(Items listed in a dataset)

Start of Block

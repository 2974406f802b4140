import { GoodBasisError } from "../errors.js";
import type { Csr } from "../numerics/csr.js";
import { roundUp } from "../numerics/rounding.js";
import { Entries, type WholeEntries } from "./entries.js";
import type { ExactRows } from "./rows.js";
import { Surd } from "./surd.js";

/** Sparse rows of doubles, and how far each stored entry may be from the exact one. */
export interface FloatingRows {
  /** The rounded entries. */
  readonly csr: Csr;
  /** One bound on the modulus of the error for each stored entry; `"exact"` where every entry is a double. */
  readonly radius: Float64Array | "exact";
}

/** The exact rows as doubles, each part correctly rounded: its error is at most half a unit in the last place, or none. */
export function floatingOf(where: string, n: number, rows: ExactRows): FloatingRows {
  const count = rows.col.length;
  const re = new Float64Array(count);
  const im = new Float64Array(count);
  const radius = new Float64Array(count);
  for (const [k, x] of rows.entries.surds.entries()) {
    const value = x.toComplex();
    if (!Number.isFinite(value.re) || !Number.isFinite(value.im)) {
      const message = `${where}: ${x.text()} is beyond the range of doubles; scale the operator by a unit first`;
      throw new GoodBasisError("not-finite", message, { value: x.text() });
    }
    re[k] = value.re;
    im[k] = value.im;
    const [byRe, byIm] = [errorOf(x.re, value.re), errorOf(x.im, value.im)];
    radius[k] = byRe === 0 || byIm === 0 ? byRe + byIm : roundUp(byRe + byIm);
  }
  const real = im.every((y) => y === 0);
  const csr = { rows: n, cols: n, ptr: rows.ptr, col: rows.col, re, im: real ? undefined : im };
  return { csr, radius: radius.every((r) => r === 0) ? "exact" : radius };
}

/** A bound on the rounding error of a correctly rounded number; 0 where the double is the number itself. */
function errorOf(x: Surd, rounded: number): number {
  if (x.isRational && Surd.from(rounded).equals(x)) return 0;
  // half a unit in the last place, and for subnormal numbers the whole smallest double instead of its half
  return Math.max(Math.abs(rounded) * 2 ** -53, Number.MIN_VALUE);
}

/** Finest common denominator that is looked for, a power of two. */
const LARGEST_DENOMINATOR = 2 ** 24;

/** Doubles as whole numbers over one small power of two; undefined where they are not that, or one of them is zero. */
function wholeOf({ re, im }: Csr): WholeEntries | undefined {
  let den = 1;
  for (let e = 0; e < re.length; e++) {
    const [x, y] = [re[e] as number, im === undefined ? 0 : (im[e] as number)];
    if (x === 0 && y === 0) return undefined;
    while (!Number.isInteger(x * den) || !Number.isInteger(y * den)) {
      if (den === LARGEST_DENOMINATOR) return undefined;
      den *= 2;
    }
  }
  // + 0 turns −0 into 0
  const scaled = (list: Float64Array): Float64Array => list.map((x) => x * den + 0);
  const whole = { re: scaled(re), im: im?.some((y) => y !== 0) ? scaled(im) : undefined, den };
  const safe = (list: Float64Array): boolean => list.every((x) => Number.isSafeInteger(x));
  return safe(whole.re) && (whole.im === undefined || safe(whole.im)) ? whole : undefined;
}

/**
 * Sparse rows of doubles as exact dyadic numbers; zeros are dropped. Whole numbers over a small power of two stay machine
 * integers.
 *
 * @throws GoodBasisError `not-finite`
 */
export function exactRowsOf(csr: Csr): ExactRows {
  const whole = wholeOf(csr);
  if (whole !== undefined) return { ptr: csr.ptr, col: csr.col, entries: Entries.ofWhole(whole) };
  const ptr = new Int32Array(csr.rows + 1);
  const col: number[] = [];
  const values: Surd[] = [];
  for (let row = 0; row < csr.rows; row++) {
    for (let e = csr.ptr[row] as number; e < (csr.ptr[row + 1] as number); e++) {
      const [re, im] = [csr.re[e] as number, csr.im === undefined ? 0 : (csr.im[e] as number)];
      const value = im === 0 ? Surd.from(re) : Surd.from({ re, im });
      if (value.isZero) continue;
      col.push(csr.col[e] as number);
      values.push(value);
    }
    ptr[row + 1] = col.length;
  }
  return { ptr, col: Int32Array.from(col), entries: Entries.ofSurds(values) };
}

End of Block
Start of Block

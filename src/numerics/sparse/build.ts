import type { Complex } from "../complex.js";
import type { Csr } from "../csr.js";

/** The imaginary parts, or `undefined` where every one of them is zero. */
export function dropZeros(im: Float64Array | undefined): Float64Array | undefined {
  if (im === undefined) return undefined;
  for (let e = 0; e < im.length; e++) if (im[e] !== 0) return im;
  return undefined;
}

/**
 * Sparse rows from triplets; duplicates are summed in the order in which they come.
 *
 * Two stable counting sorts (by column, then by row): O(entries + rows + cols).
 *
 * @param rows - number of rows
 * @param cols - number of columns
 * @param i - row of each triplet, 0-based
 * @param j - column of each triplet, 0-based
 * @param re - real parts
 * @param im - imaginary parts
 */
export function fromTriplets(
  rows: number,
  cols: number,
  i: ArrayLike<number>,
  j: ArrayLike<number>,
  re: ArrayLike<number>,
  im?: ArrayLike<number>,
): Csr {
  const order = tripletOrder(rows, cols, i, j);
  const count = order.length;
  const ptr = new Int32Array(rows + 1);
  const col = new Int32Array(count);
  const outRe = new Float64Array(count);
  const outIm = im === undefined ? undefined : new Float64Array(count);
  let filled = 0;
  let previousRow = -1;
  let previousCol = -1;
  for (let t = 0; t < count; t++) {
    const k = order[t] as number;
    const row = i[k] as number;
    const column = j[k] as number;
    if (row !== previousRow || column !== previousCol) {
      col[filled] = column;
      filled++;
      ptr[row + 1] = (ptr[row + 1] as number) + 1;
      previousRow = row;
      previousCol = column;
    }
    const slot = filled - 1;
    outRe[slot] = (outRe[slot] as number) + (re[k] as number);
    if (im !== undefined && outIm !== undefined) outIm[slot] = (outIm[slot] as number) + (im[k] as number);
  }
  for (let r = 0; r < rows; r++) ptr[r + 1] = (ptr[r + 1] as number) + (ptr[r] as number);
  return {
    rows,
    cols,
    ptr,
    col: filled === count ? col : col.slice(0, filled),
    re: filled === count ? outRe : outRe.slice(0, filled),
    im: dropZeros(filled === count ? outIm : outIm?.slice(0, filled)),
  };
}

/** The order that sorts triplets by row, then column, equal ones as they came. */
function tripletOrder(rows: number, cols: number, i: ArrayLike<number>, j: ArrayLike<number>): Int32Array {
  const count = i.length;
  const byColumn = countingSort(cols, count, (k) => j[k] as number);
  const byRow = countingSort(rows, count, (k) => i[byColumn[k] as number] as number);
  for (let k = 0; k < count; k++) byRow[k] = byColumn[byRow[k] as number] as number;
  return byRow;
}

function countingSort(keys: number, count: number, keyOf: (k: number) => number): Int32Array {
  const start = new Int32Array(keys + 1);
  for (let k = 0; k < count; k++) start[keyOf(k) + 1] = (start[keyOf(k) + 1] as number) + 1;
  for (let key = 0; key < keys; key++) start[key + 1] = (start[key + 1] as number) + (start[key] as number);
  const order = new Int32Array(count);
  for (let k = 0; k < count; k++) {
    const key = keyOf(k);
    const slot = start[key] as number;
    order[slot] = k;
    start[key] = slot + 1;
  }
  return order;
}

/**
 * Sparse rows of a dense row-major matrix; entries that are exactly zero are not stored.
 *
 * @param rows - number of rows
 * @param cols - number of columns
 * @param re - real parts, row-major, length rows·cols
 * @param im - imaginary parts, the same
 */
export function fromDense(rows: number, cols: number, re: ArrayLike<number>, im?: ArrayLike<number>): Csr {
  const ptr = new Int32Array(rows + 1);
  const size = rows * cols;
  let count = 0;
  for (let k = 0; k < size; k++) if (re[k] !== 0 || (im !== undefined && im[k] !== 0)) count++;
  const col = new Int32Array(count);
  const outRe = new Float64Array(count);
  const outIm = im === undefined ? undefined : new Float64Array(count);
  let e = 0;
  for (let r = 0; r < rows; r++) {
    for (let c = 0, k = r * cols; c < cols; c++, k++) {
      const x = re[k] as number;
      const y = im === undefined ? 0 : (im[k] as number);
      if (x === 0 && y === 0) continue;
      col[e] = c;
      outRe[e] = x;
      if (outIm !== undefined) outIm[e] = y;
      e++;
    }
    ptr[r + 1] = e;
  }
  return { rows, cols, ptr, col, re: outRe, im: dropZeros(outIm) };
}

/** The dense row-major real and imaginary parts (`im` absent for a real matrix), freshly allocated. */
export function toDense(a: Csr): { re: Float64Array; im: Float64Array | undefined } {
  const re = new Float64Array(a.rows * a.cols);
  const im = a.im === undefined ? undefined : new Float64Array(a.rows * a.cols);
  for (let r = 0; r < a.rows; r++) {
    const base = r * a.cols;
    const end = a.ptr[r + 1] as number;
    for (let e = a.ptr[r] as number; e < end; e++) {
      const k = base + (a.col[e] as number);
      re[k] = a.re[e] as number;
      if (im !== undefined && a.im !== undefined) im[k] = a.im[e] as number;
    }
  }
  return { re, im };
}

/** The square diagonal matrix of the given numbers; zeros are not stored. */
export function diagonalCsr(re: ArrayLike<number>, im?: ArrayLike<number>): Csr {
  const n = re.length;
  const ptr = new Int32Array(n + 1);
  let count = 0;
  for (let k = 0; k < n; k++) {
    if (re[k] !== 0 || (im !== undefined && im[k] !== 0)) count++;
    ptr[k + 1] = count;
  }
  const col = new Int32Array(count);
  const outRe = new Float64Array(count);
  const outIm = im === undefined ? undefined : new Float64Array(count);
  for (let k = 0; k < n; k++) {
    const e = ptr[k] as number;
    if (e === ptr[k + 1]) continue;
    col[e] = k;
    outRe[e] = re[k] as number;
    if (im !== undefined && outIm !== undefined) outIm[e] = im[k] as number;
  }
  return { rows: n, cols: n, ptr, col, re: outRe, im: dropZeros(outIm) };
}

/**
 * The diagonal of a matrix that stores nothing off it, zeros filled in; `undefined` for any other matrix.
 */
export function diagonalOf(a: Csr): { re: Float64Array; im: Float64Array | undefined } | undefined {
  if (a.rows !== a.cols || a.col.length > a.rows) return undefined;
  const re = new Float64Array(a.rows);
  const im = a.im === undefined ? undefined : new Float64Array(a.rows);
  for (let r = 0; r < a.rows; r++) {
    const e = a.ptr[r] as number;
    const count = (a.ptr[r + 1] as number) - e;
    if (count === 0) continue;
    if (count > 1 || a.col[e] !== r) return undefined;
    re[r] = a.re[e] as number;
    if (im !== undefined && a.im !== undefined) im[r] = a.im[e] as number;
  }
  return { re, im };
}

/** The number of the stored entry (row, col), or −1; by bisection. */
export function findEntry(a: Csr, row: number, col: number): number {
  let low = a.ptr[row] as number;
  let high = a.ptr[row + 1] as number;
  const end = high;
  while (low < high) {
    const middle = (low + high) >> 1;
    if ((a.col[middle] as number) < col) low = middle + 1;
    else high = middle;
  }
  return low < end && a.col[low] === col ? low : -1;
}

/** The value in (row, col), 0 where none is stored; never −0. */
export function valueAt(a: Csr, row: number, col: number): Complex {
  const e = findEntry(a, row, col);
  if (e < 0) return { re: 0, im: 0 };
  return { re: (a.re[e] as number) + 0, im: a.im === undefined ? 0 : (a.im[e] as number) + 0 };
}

End of Block
Start of Block

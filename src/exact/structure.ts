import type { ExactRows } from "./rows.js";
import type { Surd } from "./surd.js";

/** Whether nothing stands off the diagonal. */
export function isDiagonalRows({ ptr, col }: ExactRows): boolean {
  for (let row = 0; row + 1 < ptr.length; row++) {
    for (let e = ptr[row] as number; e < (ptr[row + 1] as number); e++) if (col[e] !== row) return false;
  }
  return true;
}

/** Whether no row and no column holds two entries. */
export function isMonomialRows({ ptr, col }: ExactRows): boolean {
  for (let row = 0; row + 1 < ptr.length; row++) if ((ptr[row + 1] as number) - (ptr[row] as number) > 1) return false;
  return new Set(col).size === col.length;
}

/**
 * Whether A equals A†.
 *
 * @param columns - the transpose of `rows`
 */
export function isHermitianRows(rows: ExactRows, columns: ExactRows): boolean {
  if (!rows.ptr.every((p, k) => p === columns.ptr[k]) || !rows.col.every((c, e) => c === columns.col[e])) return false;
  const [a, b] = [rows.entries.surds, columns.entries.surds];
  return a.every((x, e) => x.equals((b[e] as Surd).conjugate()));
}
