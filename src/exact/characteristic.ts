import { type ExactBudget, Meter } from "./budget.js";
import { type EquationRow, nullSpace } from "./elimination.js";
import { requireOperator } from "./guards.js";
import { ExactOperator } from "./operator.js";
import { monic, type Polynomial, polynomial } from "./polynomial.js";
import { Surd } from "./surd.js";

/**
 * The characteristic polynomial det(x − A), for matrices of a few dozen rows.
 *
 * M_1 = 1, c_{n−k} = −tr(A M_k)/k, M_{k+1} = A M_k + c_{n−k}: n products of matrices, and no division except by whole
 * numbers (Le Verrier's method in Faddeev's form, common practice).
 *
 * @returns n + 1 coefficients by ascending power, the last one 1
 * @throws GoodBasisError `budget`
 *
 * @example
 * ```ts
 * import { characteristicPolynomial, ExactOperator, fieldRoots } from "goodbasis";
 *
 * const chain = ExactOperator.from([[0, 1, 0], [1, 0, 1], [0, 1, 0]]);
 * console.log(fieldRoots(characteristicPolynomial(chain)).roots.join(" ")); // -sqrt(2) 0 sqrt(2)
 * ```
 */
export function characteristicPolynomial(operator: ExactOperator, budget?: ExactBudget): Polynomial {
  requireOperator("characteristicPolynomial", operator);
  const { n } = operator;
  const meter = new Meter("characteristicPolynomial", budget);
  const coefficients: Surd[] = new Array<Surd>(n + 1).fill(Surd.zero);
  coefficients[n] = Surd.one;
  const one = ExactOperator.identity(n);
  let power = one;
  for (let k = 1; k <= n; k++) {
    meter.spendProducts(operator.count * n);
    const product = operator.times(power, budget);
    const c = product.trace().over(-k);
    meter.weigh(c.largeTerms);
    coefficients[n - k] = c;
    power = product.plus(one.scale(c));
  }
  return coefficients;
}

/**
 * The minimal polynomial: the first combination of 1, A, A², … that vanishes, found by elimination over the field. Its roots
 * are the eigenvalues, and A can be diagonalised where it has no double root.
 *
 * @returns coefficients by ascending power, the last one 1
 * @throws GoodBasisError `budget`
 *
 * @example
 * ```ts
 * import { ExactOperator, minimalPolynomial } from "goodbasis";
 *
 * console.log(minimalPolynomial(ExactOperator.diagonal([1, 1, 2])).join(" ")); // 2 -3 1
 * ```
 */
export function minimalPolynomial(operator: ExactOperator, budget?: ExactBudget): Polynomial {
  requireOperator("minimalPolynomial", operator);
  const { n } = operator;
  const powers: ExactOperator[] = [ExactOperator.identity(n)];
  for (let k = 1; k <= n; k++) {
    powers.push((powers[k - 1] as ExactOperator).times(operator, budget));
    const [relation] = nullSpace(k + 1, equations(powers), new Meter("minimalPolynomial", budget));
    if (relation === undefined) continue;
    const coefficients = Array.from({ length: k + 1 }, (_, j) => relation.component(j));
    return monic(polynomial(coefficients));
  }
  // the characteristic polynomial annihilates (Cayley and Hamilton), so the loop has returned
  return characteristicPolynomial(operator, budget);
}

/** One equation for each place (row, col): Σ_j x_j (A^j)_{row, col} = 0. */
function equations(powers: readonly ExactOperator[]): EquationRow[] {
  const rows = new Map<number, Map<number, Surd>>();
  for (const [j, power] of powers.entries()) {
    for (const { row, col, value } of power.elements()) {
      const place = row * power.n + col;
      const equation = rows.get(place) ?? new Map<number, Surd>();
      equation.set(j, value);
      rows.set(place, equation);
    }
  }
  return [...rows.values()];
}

End of Block

Exercise details – Search the entries for the word "last" and show every line that has it.

Response for this exercise –
/** The exact rows as doubles, each part correctly rounded: its error is at most half a unit in the last place, or none. */
  // half a unit in the last place, and for subnormal numbers the whole smallest double instead of its half
 * @returns n + 1 coefficients by ascending power, the last one 1
 * @returns coefficients by ascending power, the last one 1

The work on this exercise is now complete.